[[ MATERIAL SUPPLIED open ]]

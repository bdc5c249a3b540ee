"""The invented Vellantra porphyry Cu-Au demo deposit of the invented Orrin Vale Resources.

Pure functions returning DataFrames (writing them is :mod:`geomet.io.demo_files`'s job):

- :func:`generate_demo` builds every table, the hidden testwork truth and the planted errors.
- :func:`build_deposit` and :func:`sample_geology` give the 3-D model itself, for benchmark
  data of any size (vectorised over points).
"""

from geomet.demo.deposit import (
    LITH_CODES,
    DepositModel,
    Geology,
    build_deposit,
    bulk_density_t_m3,
    element_grades,
    lithology_at,
    sample_geology,
)
from geomet.demo.drilling import make_collars_surveys, positions_at
from geomet.demo.generate import ALL_TABLES, DemoData, generate_demo
from geomet.demo.intervals import LAB_ASSAY_HEADERS, LAB_DETECTION_LIMITS
from geomet.demo.testwork import TRUTH_PARAMETERS, true_responses, two_product_recovery_frac

__all__ = [
    "ALL_TABLES",
    "LAB_ASSAY_HEADERS",
    "LAB_DETECTION_LIMITS",
    "LITH_CODES",
    "TRUTH_PARAMETERS",
    "DemoData",
    "DepositModel",
    "Geology",
    "build_deposit",
    "bulk_density_t_m3",
    "element_grades",
    "lithology_at",
    "generate_demo",
    "make_collars_surveys",
    "positions_at",
    "sample_geology",
    "true_responses",
    "two_product_recovery_frac",
]
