"""The few realistic data errors planted in the demo files, for validation to find.

Exactly four, each recorded with its table, hole, file line (1-based, header = line 1),
column and the validation rule that must report it. Nothing else in the demo is wrong.
"""

from __future__ import annotations

import numpy as np
import pandas as pd

# Rule ids as reported by geomet.drillholes.validation.
RULE_OVERLAP = "overlap"
RULE_AZIMUTH = "azimuth_range"
RULE_DUPLICATE = "duplicate_row"
RULE_BEYOND_DEPTH = "beyond_total_depth"


def _pick_hole(collars: pd.DataFrame, rng: np.random.Generator, avoid: set[str]) -> str:
    """A random hole not used yet (any hole once every hole has been used)."""
    holes = [h for h in collars["hole_id"] if h not in avoid] or list(collars["hole_id"])
    return str(holes[int(rng.integers(0, len(holes)))])


def _contiguous_rows(a: pd.DataFrame, hole: str) -> np.ndarray:
    """Rows of ``hole`` whose from_m equals the previous row's to_m."""
    idx = np.flatnonzero(a["hole_id"].to_numpy() == hole)
    prev_to = a["to_m"].to_numpy()[idx[:-1]]
    this_from = a["from_m"].to_numpy()[idx[1:]]
    return idx[1:][np.isclose(prev_to, this_from)]


def plant_errors(
    tables: dict[str, pd.DataFrame], rng: np.random.Generator
) -> tuple[dict[str, pd.DataFrame], list[dict]]:
    """Return copies of the canonical tables with the four planted errors, and their list.

    Parameters
    ----------
    tables : dict of DataFrame
        Clean canonical ``collars``, ``surveys``, ``assays``, ``scan``, ``lithology`` in
        file order (the row order they will be written in).
    rng : numpy.random.Generator

    Returns
    -------
    tables : dict of DataFrame
        Copies of the modified tables (others passed through unchanged).
    errors : list of dict
        table, file, hole_id, line, column, rule, description.
    """
    out = dict(tables)
    errors: list[dict] = []
    used: set[str] = set()

    # 1. an assay interval overlapping the previous one (from_m typed 1 m too shallow)
    a = tables["assays"].copy()
    hole = _pick_hole(tables["collars"], rng, used)
    contiguous = _contiguous_rows(a, hole)
    if len(contiguous) == 0:  # a hole of one or two samples: take the first that has a pair
        hole = next(h for h in tables["collars"]["hole_id"] if len(_contiguous_rows(a, h)))
        contiguous = _contiguous_rows(a, hole)
    used.add(hole)
    r = int(contiguous[len(contiguous) // 2])
    a.loc[r, "from_m"] = round(float(a.loc[r, "from_m"]) - 1.0, 2)
    out["assays"] = a
    errors.append(
        {
            "table": "assays",
            "file": "assays.csv",
            "hole_id": hole,
            "line": r + 2,
            "column": "from_m",
            "rule": RULE_OVERLAP,
            "description": "from_m 1 m shallower than the previous sample's to_m",
        }
    )

    # 2. a downhole survey station with azimuth 365
    s = tables["surveys"].copy()
    hole = _pick_hole(tables["collars"], rng, used)
    used.add(hole)
    idx = np.flatnonzero(s["hole_id"].to_numpy() == hole)
    r = int(idx[min(2, len(idx) - 1)])
    s.loc[r, "azimuth_deg"] = 365.0
    out["surveys"] = s
    errors.append(
        {
            "table": "surveys",
            "file": "surveys.csv",
            "hole_id": hole,
            "line": r + 2,
            "column": "azimuth_deg",
            "rule": RULE_AZIMUTH,
            "description": "downhole station azimuth 365 (outside 0-360)",
        }
    )

    # 3. a scan row delivered twice
    sc = tables["scan"]
    hole = _pick_hole(tables["collars"], rng, used)
    used.add(hole)
    idx = np.flatnonzero(sc["hole_id"].to_numpy() == hole)
    r = int(idx[len(idx) // 3])
    sc = pd.concat([sc.iloc[: r + 1], sc.iloc[[r]], sc.iloc[r + 1 :]], ignore_index=True)
    out["scan"] = sc
    errors.append(
        {
            "table": "scan",
            "file": "scan.csv",
            "hole_id": hole,
            "line": r + 3,
            "column": "",
            "rule": RULE_DUPLICATE,
            "description": "scan row repeated (same hole, from_m, to_m and values)",
        }
    )

    # 4. a logged interval running past the end of the hole
    lt = tables["lithology"].copy()
    hole = _pick_hole(tables["collars"], rng, used)
    idx = np.flatnonzero(lt["hole_id"].to_numpy() == hole)
    r = int(idx[-1])
    td = float(tables["collars"].set_index("hole_id").loc[hole, "total_depth_m"])
    lt.loc[r, "to_m"] = round(td + 6.5, 2)
    out["lithology"] = lt
    errors.append(
        {
            "table": "lithology",
            "file": "lithology.csv",
            "hole_id": hole,
            "line": r + 2,
            "column": "to_m",
            "rule": RULE_BEYOND_DEPTH,
            "description": f"last interval logged to {td + 6.5:.2f} m; hole ends at {td:.2f} m",
        }
    )
    return out, errors
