"""Build the whole Vellantra demo data set for a seed: every table, the truth and the errors."""

from __future__ import annotations

from collections.abc import Iterable
from dataclasses import dataclass, field

import numpy as np
import pandas as pd

from geomet.demo.deposit import DepositModel, build_deposit
from geomet.demo.drilling import make_collars_surveys
from geomet.demo.intervals import (
    ASSAY_PRECISION_FRAC,
    DENSITY_REL_SD,
    SCAN_NOISE,
    first_core_depths,
    format_lab_assays,
    make_assays,
    make_density,
    make_lithology,
    make_scan,
)
from geomet.demo.mine import ESTIMATION_NOISE, make_blocks, make_plant_limits, make_schedule
from geomet.demo.planted import plant_errors
from geomet.demo.testwork import TRUTH_PARAMETERS, make_testwork
from geomet.errors import RecipeError

DEFAULT_HOLES = 44
DEFAULT_TESTWORK_SAMPLES = 80

# Random streams (numpy.random.default_rng([seed, stream])), one per purpose so that
# changing one table's generation leaves the others' random numbers alone.
_STREAMS = {
    "geology": 1,
    "drilling": 2,
    "scan": 3,
    "assays": 4,
    "lab": 5,
    "density": 6,
    "testwork": 7,
    "blocks": 8,
    "planted": 9,
    "core": 10,
    "lithology": 11,
}

ALL_TABLES = (
    "collars",
    "surveys",
    "scan",
    "assays",
    "lithology",
    "density",
    "testwork",
    "blocks",
    "schedule",
    "plant_limits",
)


@dataclass
class DemoData:
    """The demo data set.

    Attributes
    ----------
    files : dict of DataFrame
        Tables as delivered (written to ``demo_data/``): canonical headers except
        ``assays``, which has the lab's headers, units and below-detection codes; the planted
        errors are in these.
    clean : dict of DataFrame
        The same tables before the planted errors, with ``assays`` in canonical numeric form
        (``glossary.ASSAY_COLUMNS``, canonical units, before censoring).
    testwork_truth : DataFrame
        Noise-free testwork responses per sample_id (for tests only).
    parameters : dict
        Hidden truth parameters and noise levels (for tests only).
    planted_errors : list of dict
        The planted errors: table, file, hole_id, line, column, rule, description.
    model : DepositModel
        The 3-D model behind the tables (for :func:`geomet.demo.sample_geology`).
    """

    seed: int
    files: dict[str, pd.DataFrame] = field(default_factory=dict)
    clean: dict[str, pd.DataFrame] = field(default_factory=dict)
    testwork_truth: pd.DataFrame | None = None
    parameters: dict = field(default_factory=dict)
    planted_errors: list[dict] = field(default_factory=list)
    model: DepositModel | None = None


def _rng(seed: int, stream: str) -> np.random.Generator:
    return np.random.default_rng([int(seed), _STREAMS[stream]])


def generate_demo(
    seed: int = 7,
    holes: int | None = None,
    scale: float = 1.0,
    *,
    tables: Iterable[str] | None = None,
    plant: bool = True,
) -> DemoData:
    """Generate the invented Vellantra porphyry Cu-Au demo data set.

    Parameters
    ----------
    seed : int
        Seed of every random step; the same seed gives the same tables.
    holes : int, optional
        Number of drill holes (default ``round(44 * scale)``, at least 4).
    scale : float
        Size factor: multiplies the default hole count, the number of testwork samples and
        the number of blocks (block width shrinks by ``1/sqrt(scale)``). ``scale=1`` is the
        bundled demo. A hole gives about 320 scan rows of 1 m, so ``holes=3000`` makes about
        a million scan intervals (pass ``tables=("scan",)`` to make only what is needed).
    tables : iterable of str, optional
        Only these tables (and what they need); default all of :data:`ALL_TABLES`. Planted
        errors are only added when every table they touch is made.
    plant : bool
        Plant the four documented errors into ``files`` (default True).

    Returns
    -------
    DemoData

    Raises
    ------
    geomet.errors.RecipeError
        For a non-positive ``scale``, ``holes`` below 1 or an unknown table name.
    """
    if not (np.isfinite(scale) and scale > 0):
        msg = f"scale must be positive; got scale={scale}"
        raise RecipeError(msg)
    if holes is not None and holes < 1:
        msg = f"holes must be at least 1; got holes={holes}"
        raise RecipeError(msg)
    want = set(ALL_TABLES if tables is None else tables)
    unknown = want - set(ALL_TABLES)
    if unknown:
        msg = f"unknown demo table(s) {sorted(unknown)}; known: {', '.join(ALL_TABLES)}"
        raise RecipeError(msg)
    n_holes = int(holes) if holes is not None else max(4, round(DEFAULT_HOLES * scale))
    model = build_deposit(seed)
    data = DemoData(seed=int(seed), model=model, parameters=_parameters(seed, n_holes, scale))
    clean = data.clean
    collars, surveys = make_collars_surveys(model, n_holes, _rng(seed, "drilling"))
    clean["collars"], clean["surveys"] = collars, surveys
    core = first_core_depths(collars, _rng(seed, "core"))
    if want & {"scan", "testwork"}:
        clean["scan"] = make_scan(model, collars, surveys, core, _rng(seed, "scan"))
    if want & {"assays", "testwork"}:
        clean["assays"] = make_assays(model, collars, surveys, core, _rng(seed, "assays"))
    if "lithology" in want:
        clean["lithology"] = make_lithology(model, collars, surveys, _rng(seed, "lithology"))
    if "density" in want:
        clean["density"] = make_density(model, collars, surveys, core, _rng(seed, "density"))
    if "testwork" in want:
        n_tw = max(5, round(DEFAULT_TESTWORK_SAMPLES * scale))
        clean["testwork"], data.testwork_truth = make_testwork(
            clean["scan"], clean["assays"], n_tw, _rng(seed, "testwork")
        )
    if want & {"blocks", "schedule", "plant_limits"}:
        blocks = make_blocks(model, _rng(seed, "blocks"), dx_m=50.0 / np.sqrt(scale))
        schedule = make_schedule(blocks)
        clean["blocks"], clean["schedule"] = blocks, schedule
        clean["plant_limits"] = make_plant_limits(blocks, schedule)
    files = {k: v for k, v in clean.items() if k in want or k in ("collars", "surveys")}
    if plant and {"assays", "scan", "lithology"} <= want:
        files, data.planted_errors = plant_errors(files, _rng(seed, "planted"))
    if "assays" in files:
        files["assays"] = format_lab_assays(files["assays"], _rng(seed, "lab"))
    data.files = {k: files[k] for k in ALL_TABLES if k in files}
    if "testwork" not in want:
        clean.pop("testwork", None)
    return data


def _parameters(seed: int, n_holes: int, scale: float) -> dict:
    return {
        "about": (
            "Hidden truth of the invented Vellantra demo (Orrin Vale Resources). "
            "For tests only: a real project has no such file."
        ),
        "seed": int(seed),
        "holes": int(n_holes),
        "scale": float(scale),
        "testwork": TRUTH_PARAMETERS,
        "noise": {
            "scan": SCAN_NOISE,
            "density_rel_sd": DENSITY_REL_SD,
            "assay_precision_rel_sd": ASSAY_PRECISION_FRAC,
            "block_estimation": ESTIMATION_NOISE,
        },
    }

[[ MATERIAL SUPPLIED closed ]]

The lines you need are those containing "that"; find them in the records and copy them.

column and the validation rule that must report it. Nothing else in the demo is wrong.
    if len(contiguous) == 0:  # a hole of one or two samples: take the first that has a pair
# Random streams (numpy.random.default_rng([seed, stream])), one per purpose so that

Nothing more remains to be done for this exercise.